Merging datasets produced in different sequencing runs with asymetric coverages

57 views
Skip to first unread message

Tiago Antão

unread,
May 17, 2017, 3:22:59 PM5/17/17
to Qiime 1 Forum
Hi,

I have two datasets
1. low-coverage, multiplexed paired-end reads
2. high-coverage, de-multiplexed paired-ends reads

Reads are of equal size in both studies,

When I run dataset 1 alone I have a median report of circa 20000 OTU reads per sample. But
if I merge the datasets (i.e. join seqs.fna from both and call pick_open_reference_otus) it gets reduced to 7000 OTUs reads per sample (as per the BIOM file). The high-coverage study will have much more reads.

I am a bit lost as to the cause of this.
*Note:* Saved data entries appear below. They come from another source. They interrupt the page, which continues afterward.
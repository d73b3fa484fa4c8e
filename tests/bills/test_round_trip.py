"""Properties: what is written reads back; readings of a register give back the use they counted."""

from __future__ import annotations

from pathlib import Path

import pytest
from hypothesis import HealthCheck, given, settings
from hypothesis import strategies as st

from normalize.bills.layouts import Record
from normalize.bills.periods import Bills
from normalize.bills.read import read_bills
from normalize.bills.registers import Register, difference
from normalize.bills.write import write_periods
from tests.bills.test_read_espi import GOOD


def same(bills: Bills, again: Bills) -> bool:
    a, b = bills.periods, again.periods
    return (
        a.start.tolist() == b.start.tolist()
        and a.end.tolist() == b.end.tolist()
        and a.use.tolist() == b.use.tolist()
        and [c for c in a.cost.tolist() if c == c] == [c for c in b.cost.tolist() if c == c]
        and (bills.fuel, bills.unit) == (again.fuel, again.unit)
    )


@pytest.mark.parametrize("name", GOOD)
def test_espi_survives(name: str, tmp_path: Path) -> None:
    text = GOOD[name]
    file, out = tmp_path / "usage.xml", tmp_path / "clean.csv"
    file.write_bytes(text if isinstance(text, bytes) else text.encode())
    bills = read_bills(file)
    write_periods(bills, out)
    assert same(bills, read_bills(out))


@pytest.mark.parametrize(("days", "hours"), [(40, 24), (40, 1), (5200, 1)])
def test_interval_days_survive(days: int, hours: int, tmp_path: Path) -> None:
    from datetime import datetime, timedelta

    begin = datetime(2005, 1, 1)  # noqa: DTZ001 (the file's own clock)
    step = timedelta(hours=24 // hours)
    lines = [f"{begin + k * step:%Y-%m-%d %H:%M},{k % 7 + 0.125}" for k in range(days * hours)]
    del lines[30]
    file, out = tmp_path / "hours.csv", tmp_path / "clean.csv"
    file.write_text("Timestamp,kWh\n" + "\n".join(lines) + "\n")
    bills = read_bills(file)
    assert bills.periods.n == days - 1
    write_periods(bills, out)
    assert same(bills, read_bills(out))


@given(
    start=st.integers(0, 9_999),
    uses=st.lists(st.integers(0, 300), min_size=2, max_size=20),
    times=st.sampled_from([1.0, 10.0, 0.5]),
)
@settings(max_examples=200, deadline=None, suppress_health_check=[HealthCheck.too_slow])
def test_a_register_gives_back_what_it_counted(start: int, uses: list[int], times: float) -> None:
    """Through any number of passings of 9999, as long as an ordinary rise is known."""
    at, registers = start, [Register(Record(2, end=0), float(start), None, "", times)]
    for k, use in enumerate(uses):
        at = (at + use) % 10_000
        record = Record(k + 3, start=30 * k, end=30 * (k + 1))
        registers.append(Register(record, float(at), None, "", times))
    difference(registers)
    highest = max(r.now or 0 for r in registers)
    ordinary = [u for k, u in enumerate(uses)
                if (registers[k + 1].now or 0) >= (registers[k].now or 0)]  # fmt: skip
    for register, use in zip(registers[1:], uses, strict=True):
        record = register.record
        if record.use is not None and highest >= 1000:
            assert record.use == use * times
        elif highest >= 1000 and use <= 3 * max(ordinary, default=0):
            raise AssertionError(f"{use} was not found")
        else:
            assert record.use is None or record.use >= 0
Should I sub-sample for the higher-coverage study to correct any bias, or am I doing something blatantly wrong? Or maybe merging the datasets is a bad idea altogether?

Any help would be most appreciated.

Thanks,
Tiago

Jai Ram Rideout

unread,
May 17, 2017, 7:11:03 PM5/17/17
to Qiime 1 Forum
Hi Tiago,

Your approach generally sounds correct -- you should be able to combine datasets from multiple sequencing runs and provide the combined dataset to pick_open_reference_otus.py. However, combining sequencing runs can be tricky -- you'll want to be wary of any run/batch effects in your results (e.g. seeing differences in your samples based on what sequencing run they came from).

1. Did you demultiplex both datasets and combine the seqs.fna files with the cat command?

2. Can you run validate_demultiplexed_fasta.py on each demultiplexed dataset (i.e. on each of your seqs.fna files) as well as on the combined seqs.fna? That'll do some sanity checks that may give us some hints as to what's going on.

Best,
Jai

Tiago Antão

unread,
May 18, 2017, 8:53:24 PM5/18/17
to Qiime 1 Forum
Hi,

I did the cat as you say.
One of the projects was verified with validate_demultiplexed_fasta.py
But the other one was not because it came out of the sequencer already demuxed. So no mappling file (two files per sample - paired data)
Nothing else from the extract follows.